(M. Tullius Cicero, Tusculanae Disputationes 5.22.63)
To each person what is his/her own is beautiful.
(pron = soom KWEE-kweh POOL-kroom ehst).
Comment: I have a horrible time looking at anything I’ve recently written and
seeing typographical errors, or in seeing how any sentence that I’ve written is
not sensible! (Those of you who read my meanderings every day can stop here and
laugh).
My political and religious ideas are so clear, and right!. I am not sure why
others don’t see that.
And then every once in a while, I see a photograph taken of me by someone else
without my knowledge (usually one of my children), and I do a double take—is
that me?
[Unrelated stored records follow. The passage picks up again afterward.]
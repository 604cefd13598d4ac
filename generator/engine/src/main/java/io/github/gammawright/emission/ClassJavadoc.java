package io.github.gammawright.emission;

import io.github.gammawright.definition.ExpressionPrinter;
import io.github.gammawright.definition.MetricDefinition;
import io.github.gammawright.geometry.Layout;
import io.github.gammawright.geometry.Shape;
import io.github.gammawright.graph.Instruction;
import java.util.List;

/** Writes the documentation of a kernel class: a reader needs nothing but the file. */
final class ClassJavadoc {

    private final EmissionContext context;
    private final MetricDefinition definition;
    private final StringBuilder text = new StringBuilder();

    private ClassJavadoc(EmissionContext context) {
        this.context = context;
        this.definition = context.model().definition();
    }

    static String of(EmissionContext context) {
        ClassJavadoc javadoc = new ClassJavadoc(context);
        javadoc.metric();
        javadoc.parameters();
        javadoc.functions();
        javadoc.domain();
        javadoc.results();
        javadoc.use();
        return javadoc.text.toString();
    }

    private void metric() {
        String quantities = String.join(
                ", ",
                context.model().results().stream()
                        .map(result -> words(result) + " "
                                + result.quantity().formula(context.model().layout()))
                        .toList());
        String title = definition.title().isBlank() ? "" : ": " + definition.title();
        text.append(JavadocText.wrap(
                capitalised(JavadocText.escape(quantities + " of the metric " + definition.name() + title) + ".")));
        text.append("\n\n<pre>\n");
        for (String formula : new DefinitionText(definition).formulas()) {
            text.append(JavadocText.escape(formula.replace('\n', ' '))).append('\n');
        }
        text.append("</pre>\n");
        paragraph("Coordinates, in index order: "
                + code(String.join(", ", definition.coordinates())) + "."
                + (definition.reference().isBlank()
                        ? ""
                        : " Reference: " + JavadocText.escape(definition.reference()) + "."));
    }

    private void parameters() {
        if (definition.parameters().isEmpty()) {
            return;
        }
        paragraph("Parameters:");
        text.append("<ul>\n");
        for (MetricDefinition.Parameter parameter : definition.parameters()) {
            StringBuilder item = new StringBuilder(code(parameter.name()));
            if (!parameter.description().isBlank()) {
                item.append(": ").append(JavadocText.escape(parameter.description()));
            }
            if (!parameter.unit().isBlank()) {
                item.append(" [").append(JavadocText.escape(parameter.unit())).append(']');
            }
            parameter
                    .defaultExpression()
                    .ifPresent(expression ->
                            item.append("; by default ").append(code(ExpressionPrinter.print(expression))));
            text.append(JavadocText.wrap("<li>" + item + "</li>")).append('\n');
        }
        text.append("</ul>\n");
    }

    private void functions() {
        if (!definition.functions().isEmpty()) {
            paragraph("The functions "
                    + code(String.join(
                            ", ",
                            definition.functions().stream()
                                    .map(MetricDefinition.CallerFunction::name)
                                    .toList()))
                    + " are the caller's: see {@link " + context.names().functionsType() + "}.");
        }
    }

    private void domain() {
        List<String> conditions = context.kernel().conditions().stream()
                .map(condition -> code(condition.text()))
                .toList();
        if (!conditions.isEmpty()) {
            paragraph("Domain: " + String.join("; ", conditions)
                    + ". Outside of it results are whatever the formulas give.");
        }
    }

    private void results() {
        for (int r = 0; r < context.model().results().size(); r++) {
            KernelModel.Result result = context.model().results().get(r);
            paragraph("Result " + code(context.names().results().get(r)) + ": "
                    + code(result.quantity().formula(context.model().layout())) + ", " + context.length(r)
                    + (context.length(r) == 1 ? " entry" : " entries") + layout(result));
        }
        paragraph("Sign conventions of Misner, Thorne &amp; Wheeler (1973); indices follow the order of the"
                + " coordinates, counted from 0; components belong to the coordinate basis.");
    }

    private String layout(KernelModel.Result result) {
        boolean symmetric = result.shape().symmetricPair();
        if (result.shape().rank() == 0) {
            return ".";
        }
        if (result.shape().symmetry() == Shape.Symmetry.CURVATURE
                && context.model().layout() == Layout.PACKED) {
            return ", of the pairs A = k(k&#8722;1)/2 + l with k &gt; l and B of i &gt; j alike one entry at A(A+1)/2 + B"
                    + " for A &#8805; B; the static index and sign methods tell where each component is and with which"
                    + " sign.";
        }
        return switch (context.model().layout()) {
            case FULL -> ", row-major over all indices in the order of the formula.";
            case PACKED ->
                symmetric
                        ? ", row-major, of each symmetric pair i &#8805; j one entry at i(i+1)/2 + j."
                        : ", row-major over all indices in the order of the formula.";
            case NON_ZERO ->
                " in index order: the independent components that are not identically zero;"
                        + " the static index method tells where each is.";
        };
    }

    private void use() {
        paragraph("Each evaluation writes every entry of every result and takes "
                + JavadocText.escape(context.model().count().toString())
                + ". Inputs are read before anything is written, so that a result may be an input array; no two results"
                + " may be one array. Objects are immutable and may be shared by threads.");
        trigonometry();
        context.model().remarks().forEach(remark -> paragraph(JavadocText.escape(remark)));
        paragraph("To make it again: " + code(context.model().regenerate()));
        paragraph("For research use: not validated for navigation or other safety-critical use, which follows its own"
                + " standards and licensed practice.");
    }

    private void trigonometry() {
        boolean circular = context.model().program().instructions().stream()
                .anyMatch(i -> i instanceof Instruction.Call call && call.isCircular());
        if (context.model().sharedTrigonometry() && circular) {
            paragraph("Sine and cosine are the class's own: both of an argument together count as one sincos, their"
                    + " errors are below one unit in the last place, and they are the same to the last bit on every"
                    + " machine.");
        }
        boolean fused =
                context.model().program().instructions().stream().anyMatch(i -> i instanceof Instruction.MultiplyAdd);
        if (fused) {
            paragraph("It calls Math.fma, which is one instruction on processors that have it and some hundred times"
                    + " slower than a product and a sum on those that do not.");
        }
    }

    private void paragraph(String escaped) {
        text.append('\n').append(JavadocText.wrap("<p>" + escaped)).append('\n');
    }

    private static String words(KernelModel.Result result) {
        return result.quantity().symbol().replace('-', ' ');
    }

    private static String code(String raw) {
        return "<code>" + JavadocText.escape(raw.replace('\n', ' ')) + "</code>";
    }

    private static String capitalised(String words) {
        return Character.toUpperCase(words.charAt(0)) + words.substring(1);
    }
}
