package io.github.gammawright.verification;

import java.util.List;

/**
 * What a check found of a definition as a whole.
 *
 * @param definition its name
 * @param identities between its classes, those of which all quantities were checked
 * @param claims of its author, in the order in which definitions list them
 * @param cyclic the coordinates of which the metric was found to be free, claimed or not
 */
public record DefinitionReport(
        String definition, List<IdentityReport> identities, List<ClaimReport> claims, List<String> cyclic) {

    public DefinitionReport {
        identities = List.copyOf(identities);
        claims = List.copyOf(claims);
        cyclic = List.copyOf(cyclic);
    }

    /** Whether all identities hold, and no claim is refuted. */
    public boolean passed() {
        return identities.stream().noneMatch(identity -> identity.violations() > 0)
                && claims.stream().noneMatch(ClaimReport::refuted);
    }
}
Or, I overhear one of my students repeating what they heard me say,
or telling someone else about my class, or, every once it a great while, a
student stops by to tell me what being in my class means to him/her. Sometimes
that is very consoling. Sometimes that is very painful.
The point is this: I can become blind to my own thing because I live and
breathe in it all the time. But, when I let go of my own thing, even for a
minute, and allow myself to see or hear or feel from another perspective, my
own thing is just another thing. Not necessarily beautiful or ugly, just
another thing.
I am coming to see that there is a larger Thing that we are all microcosms of.
When I can let go of my tight fisted grip to my thing, I begin to see that.
Frightening and beautiful, all at once.